Your task:
Going through the data, count each line that has the word "cellSchema". Reply with the total and nothing more.

··· Supplied records

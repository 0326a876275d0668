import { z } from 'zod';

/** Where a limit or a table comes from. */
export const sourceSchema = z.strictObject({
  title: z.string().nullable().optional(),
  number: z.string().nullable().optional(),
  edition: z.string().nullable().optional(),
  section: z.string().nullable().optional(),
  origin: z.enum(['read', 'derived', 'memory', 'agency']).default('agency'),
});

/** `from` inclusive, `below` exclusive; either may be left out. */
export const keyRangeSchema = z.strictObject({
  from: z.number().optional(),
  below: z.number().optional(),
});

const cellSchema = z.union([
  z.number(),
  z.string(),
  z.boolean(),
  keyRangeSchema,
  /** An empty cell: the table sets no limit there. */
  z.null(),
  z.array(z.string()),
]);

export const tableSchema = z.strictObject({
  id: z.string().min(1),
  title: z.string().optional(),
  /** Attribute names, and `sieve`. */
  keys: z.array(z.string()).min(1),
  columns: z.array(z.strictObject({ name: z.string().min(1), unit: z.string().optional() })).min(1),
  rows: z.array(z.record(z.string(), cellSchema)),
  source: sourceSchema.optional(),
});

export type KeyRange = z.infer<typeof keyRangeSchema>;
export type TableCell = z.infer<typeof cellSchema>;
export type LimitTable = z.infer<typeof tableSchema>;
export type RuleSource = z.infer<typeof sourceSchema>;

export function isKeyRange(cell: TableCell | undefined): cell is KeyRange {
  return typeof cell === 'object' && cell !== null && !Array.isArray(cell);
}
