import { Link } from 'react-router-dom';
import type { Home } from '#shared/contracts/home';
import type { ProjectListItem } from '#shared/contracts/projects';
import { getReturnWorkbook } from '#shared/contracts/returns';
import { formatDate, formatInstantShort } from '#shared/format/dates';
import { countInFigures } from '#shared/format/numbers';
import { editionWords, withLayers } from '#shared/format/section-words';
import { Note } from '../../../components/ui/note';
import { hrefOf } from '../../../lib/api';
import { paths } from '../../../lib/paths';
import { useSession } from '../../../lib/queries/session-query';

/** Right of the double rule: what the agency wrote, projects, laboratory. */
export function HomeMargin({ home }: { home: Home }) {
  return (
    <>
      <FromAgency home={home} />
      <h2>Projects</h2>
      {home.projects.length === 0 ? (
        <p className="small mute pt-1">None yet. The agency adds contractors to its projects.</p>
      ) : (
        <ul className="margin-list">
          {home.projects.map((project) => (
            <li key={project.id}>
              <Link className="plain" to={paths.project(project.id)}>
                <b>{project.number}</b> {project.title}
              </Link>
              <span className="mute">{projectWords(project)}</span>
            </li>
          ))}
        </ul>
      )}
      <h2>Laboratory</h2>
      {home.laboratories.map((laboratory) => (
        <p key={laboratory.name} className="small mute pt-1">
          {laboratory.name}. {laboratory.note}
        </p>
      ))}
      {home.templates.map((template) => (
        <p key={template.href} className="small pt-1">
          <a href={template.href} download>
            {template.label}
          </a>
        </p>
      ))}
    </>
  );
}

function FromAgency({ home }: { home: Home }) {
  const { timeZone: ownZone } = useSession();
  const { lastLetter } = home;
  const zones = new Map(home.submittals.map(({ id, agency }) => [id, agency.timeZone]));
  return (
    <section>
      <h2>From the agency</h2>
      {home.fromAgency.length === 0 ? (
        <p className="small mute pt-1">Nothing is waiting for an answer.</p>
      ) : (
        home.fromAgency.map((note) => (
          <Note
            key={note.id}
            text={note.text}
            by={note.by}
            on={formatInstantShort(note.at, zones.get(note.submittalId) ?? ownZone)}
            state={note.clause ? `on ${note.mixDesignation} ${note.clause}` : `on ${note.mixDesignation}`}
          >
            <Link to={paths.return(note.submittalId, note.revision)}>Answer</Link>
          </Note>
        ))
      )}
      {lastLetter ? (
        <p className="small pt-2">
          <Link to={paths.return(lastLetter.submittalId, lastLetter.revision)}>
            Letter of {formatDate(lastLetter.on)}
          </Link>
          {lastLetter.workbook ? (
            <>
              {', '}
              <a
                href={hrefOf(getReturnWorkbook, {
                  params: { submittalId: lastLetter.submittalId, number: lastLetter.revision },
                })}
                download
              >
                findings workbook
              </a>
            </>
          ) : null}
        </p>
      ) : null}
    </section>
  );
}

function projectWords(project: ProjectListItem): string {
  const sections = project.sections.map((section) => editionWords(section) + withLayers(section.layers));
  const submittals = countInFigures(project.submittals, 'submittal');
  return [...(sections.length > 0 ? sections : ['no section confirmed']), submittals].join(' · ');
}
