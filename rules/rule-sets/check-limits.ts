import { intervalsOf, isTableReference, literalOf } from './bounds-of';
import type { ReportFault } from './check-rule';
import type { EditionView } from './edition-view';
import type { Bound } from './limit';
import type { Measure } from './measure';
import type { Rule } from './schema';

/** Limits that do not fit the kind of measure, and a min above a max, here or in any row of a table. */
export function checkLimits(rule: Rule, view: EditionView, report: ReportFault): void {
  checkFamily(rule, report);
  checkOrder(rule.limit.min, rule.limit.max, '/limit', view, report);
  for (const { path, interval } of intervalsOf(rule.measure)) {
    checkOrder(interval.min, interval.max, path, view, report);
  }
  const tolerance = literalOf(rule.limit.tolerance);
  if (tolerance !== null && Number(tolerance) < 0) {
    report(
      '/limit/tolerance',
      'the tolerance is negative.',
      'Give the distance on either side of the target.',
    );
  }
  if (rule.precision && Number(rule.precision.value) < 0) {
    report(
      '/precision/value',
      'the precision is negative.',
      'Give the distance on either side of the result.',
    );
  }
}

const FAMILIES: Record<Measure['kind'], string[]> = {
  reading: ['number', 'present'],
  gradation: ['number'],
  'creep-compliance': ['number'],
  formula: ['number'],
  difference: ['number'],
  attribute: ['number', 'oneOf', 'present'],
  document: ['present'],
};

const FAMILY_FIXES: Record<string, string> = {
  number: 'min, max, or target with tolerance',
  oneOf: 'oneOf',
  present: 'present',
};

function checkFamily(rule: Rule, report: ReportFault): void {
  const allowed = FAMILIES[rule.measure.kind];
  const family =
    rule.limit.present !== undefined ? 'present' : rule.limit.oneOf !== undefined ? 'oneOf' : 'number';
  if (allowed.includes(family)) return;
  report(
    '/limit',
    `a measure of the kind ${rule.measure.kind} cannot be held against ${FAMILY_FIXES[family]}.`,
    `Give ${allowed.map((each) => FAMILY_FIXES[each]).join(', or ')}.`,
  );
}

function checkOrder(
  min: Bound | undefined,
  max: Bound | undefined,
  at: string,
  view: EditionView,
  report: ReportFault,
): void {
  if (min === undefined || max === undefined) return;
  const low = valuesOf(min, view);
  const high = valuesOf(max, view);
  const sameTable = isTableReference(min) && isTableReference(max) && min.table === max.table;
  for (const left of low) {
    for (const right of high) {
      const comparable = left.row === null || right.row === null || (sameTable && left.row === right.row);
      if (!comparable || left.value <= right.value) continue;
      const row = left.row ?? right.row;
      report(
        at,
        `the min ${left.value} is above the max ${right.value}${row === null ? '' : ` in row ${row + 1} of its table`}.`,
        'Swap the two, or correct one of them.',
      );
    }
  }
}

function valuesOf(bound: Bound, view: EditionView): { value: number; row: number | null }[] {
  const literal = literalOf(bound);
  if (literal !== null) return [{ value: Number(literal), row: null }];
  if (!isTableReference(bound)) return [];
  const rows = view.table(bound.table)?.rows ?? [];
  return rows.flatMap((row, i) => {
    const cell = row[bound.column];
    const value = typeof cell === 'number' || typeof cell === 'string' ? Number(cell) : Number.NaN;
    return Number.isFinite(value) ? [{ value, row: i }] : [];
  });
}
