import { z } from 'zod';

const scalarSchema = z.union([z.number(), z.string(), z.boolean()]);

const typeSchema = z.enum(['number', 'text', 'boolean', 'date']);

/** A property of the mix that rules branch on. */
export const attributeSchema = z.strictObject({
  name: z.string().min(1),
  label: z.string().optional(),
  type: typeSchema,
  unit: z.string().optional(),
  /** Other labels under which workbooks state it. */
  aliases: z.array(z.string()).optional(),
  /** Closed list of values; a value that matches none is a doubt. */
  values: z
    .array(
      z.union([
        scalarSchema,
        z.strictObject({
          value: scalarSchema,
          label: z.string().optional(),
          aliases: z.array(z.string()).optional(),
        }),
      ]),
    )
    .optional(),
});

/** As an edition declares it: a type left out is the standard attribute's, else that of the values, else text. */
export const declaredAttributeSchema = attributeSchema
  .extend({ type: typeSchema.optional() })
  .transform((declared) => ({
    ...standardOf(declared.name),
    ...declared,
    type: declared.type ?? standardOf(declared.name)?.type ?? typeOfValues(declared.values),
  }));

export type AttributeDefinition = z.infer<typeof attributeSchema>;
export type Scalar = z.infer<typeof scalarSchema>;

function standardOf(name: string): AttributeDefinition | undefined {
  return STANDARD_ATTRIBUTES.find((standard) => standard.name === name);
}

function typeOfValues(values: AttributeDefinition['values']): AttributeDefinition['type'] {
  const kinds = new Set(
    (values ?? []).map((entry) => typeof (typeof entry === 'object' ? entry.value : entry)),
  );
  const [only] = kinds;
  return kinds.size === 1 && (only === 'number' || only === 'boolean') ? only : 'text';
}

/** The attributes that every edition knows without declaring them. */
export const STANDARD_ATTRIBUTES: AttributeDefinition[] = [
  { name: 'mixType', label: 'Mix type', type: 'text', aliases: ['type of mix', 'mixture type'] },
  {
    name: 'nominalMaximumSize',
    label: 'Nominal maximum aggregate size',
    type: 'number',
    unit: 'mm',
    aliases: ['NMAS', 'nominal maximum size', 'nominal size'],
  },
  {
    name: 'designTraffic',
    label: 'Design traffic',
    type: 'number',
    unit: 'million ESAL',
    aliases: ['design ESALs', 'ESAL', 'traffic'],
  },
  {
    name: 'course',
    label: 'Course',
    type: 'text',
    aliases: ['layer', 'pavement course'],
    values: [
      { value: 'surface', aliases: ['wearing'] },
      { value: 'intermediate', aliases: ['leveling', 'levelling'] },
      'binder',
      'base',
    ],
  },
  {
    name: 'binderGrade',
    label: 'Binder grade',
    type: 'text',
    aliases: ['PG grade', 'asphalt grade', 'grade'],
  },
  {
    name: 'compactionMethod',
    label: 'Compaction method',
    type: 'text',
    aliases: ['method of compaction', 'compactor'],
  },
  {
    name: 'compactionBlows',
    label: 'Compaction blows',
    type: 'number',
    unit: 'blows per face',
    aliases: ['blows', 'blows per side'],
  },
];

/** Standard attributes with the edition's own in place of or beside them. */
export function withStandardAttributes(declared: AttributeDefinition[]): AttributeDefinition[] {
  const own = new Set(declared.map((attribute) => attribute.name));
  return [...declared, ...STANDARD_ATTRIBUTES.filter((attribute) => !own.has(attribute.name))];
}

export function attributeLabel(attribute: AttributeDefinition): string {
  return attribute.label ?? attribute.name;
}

······

Solved problem:
3